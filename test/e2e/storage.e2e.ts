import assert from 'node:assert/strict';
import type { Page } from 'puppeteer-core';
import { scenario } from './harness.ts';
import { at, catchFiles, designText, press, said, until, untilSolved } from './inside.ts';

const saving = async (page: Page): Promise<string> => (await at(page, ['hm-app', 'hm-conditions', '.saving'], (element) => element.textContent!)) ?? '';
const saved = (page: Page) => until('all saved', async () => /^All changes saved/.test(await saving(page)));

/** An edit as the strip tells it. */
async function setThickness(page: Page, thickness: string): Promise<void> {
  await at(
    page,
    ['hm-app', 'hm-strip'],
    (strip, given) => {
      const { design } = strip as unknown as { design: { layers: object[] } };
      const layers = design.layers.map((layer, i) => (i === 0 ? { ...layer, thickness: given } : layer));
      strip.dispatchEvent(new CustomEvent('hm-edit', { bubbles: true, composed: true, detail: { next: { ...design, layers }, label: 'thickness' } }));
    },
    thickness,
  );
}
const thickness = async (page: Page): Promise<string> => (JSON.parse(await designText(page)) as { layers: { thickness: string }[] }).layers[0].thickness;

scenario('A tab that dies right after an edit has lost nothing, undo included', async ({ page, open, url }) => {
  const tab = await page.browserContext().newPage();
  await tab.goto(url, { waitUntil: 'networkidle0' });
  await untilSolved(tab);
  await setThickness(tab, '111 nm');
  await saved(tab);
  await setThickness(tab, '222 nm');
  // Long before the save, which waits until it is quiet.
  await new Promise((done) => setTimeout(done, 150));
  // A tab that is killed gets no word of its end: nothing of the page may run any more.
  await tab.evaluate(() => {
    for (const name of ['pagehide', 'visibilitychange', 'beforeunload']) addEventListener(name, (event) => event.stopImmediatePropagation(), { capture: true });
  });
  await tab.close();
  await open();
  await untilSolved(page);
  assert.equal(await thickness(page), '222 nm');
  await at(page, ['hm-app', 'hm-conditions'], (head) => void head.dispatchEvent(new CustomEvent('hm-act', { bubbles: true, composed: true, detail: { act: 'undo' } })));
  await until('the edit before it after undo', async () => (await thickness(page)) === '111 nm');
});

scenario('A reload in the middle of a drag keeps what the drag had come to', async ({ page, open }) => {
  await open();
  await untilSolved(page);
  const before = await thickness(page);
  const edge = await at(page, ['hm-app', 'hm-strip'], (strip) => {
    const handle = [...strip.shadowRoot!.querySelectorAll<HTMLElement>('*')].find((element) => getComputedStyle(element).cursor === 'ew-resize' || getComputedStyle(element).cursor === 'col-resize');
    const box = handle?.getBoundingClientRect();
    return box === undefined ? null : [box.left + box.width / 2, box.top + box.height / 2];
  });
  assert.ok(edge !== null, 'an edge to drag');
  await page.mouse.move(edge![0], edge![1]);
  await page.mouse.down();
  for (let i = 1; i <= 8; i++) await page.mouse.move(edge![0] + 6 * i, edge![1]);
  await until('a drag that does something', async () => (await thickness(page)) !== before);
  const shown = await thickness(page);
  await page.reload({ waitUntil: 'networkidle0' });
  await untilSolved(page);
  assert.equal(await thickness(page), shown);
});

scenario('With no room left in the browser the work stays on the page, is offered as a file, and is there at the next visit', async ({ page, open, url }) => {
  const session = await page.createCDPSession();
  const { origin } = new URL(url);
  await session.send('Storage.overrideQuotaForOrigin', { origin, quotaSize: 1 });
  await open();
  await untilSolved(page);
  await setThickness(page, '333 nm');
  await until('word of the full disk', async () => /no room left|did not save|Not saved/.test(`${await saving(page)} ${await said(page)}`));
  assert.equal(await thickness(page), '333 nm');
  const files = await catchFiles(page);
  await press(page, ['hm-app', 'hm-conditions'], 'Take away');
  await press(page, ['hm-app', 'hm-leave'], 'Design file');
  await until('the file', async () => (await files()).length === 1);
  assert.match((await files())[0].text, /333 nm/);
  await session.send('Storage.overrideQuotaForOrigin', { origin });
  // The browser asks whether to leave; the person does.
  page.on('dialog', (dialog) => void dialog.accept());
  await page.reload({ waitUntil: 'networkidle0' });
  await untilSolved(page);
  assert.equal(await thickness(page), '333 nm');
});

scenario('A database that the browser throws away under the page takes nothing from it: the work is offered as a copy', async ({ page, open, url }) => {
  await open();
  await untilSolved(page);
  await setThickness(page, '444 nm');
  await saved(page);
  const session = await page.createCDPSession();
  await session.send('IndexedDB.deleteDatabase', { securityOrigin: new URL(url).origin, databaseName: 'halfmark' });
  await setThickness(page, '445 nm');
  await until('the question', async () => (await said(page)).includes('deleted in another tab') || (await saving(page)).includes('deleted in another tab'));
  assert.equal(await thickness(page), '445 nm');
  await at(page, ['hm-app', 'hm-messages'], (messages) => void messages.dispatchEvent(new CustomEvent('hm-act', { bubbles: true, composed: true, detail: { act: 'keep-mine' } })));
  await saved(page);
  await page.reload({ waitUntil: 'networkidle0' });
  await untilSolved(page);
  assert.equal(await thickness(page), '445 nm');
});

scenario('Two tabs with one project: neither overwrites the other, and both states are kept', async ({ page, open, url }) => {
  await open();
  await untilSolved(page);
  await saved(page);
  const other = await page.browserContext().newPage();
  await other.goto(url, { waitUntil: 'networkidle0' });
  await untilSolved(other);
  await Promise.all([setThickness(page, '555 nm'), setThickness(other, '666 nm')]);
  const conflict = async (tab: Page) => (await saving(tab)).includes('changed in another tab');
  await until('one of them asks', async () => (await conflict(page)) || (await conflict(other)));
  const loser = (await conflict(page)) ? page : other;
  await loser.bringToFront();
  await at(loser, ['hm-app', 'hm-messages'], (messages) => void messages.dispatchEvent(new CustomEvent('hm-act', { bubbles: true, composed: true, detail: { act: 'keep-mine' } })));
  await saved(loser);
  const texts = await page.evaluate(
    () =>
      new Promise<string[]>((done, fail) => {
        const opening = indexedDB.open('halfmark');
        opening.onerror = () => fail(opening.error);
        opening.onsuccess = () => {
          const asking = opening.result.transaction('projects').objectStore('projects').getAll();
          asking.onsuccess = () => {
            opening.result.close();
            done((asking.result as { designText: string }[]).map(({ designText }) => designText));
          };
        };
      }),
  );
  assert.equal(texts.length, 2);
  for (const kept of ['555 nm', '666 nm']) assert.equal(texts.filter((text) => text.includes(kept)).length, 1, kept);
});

______________________________

* _TASK DIRECTIONS_
Among the entries, how many lines hold the string "left"? Answer with a bare number.

* _YOUR RESPONSE_
3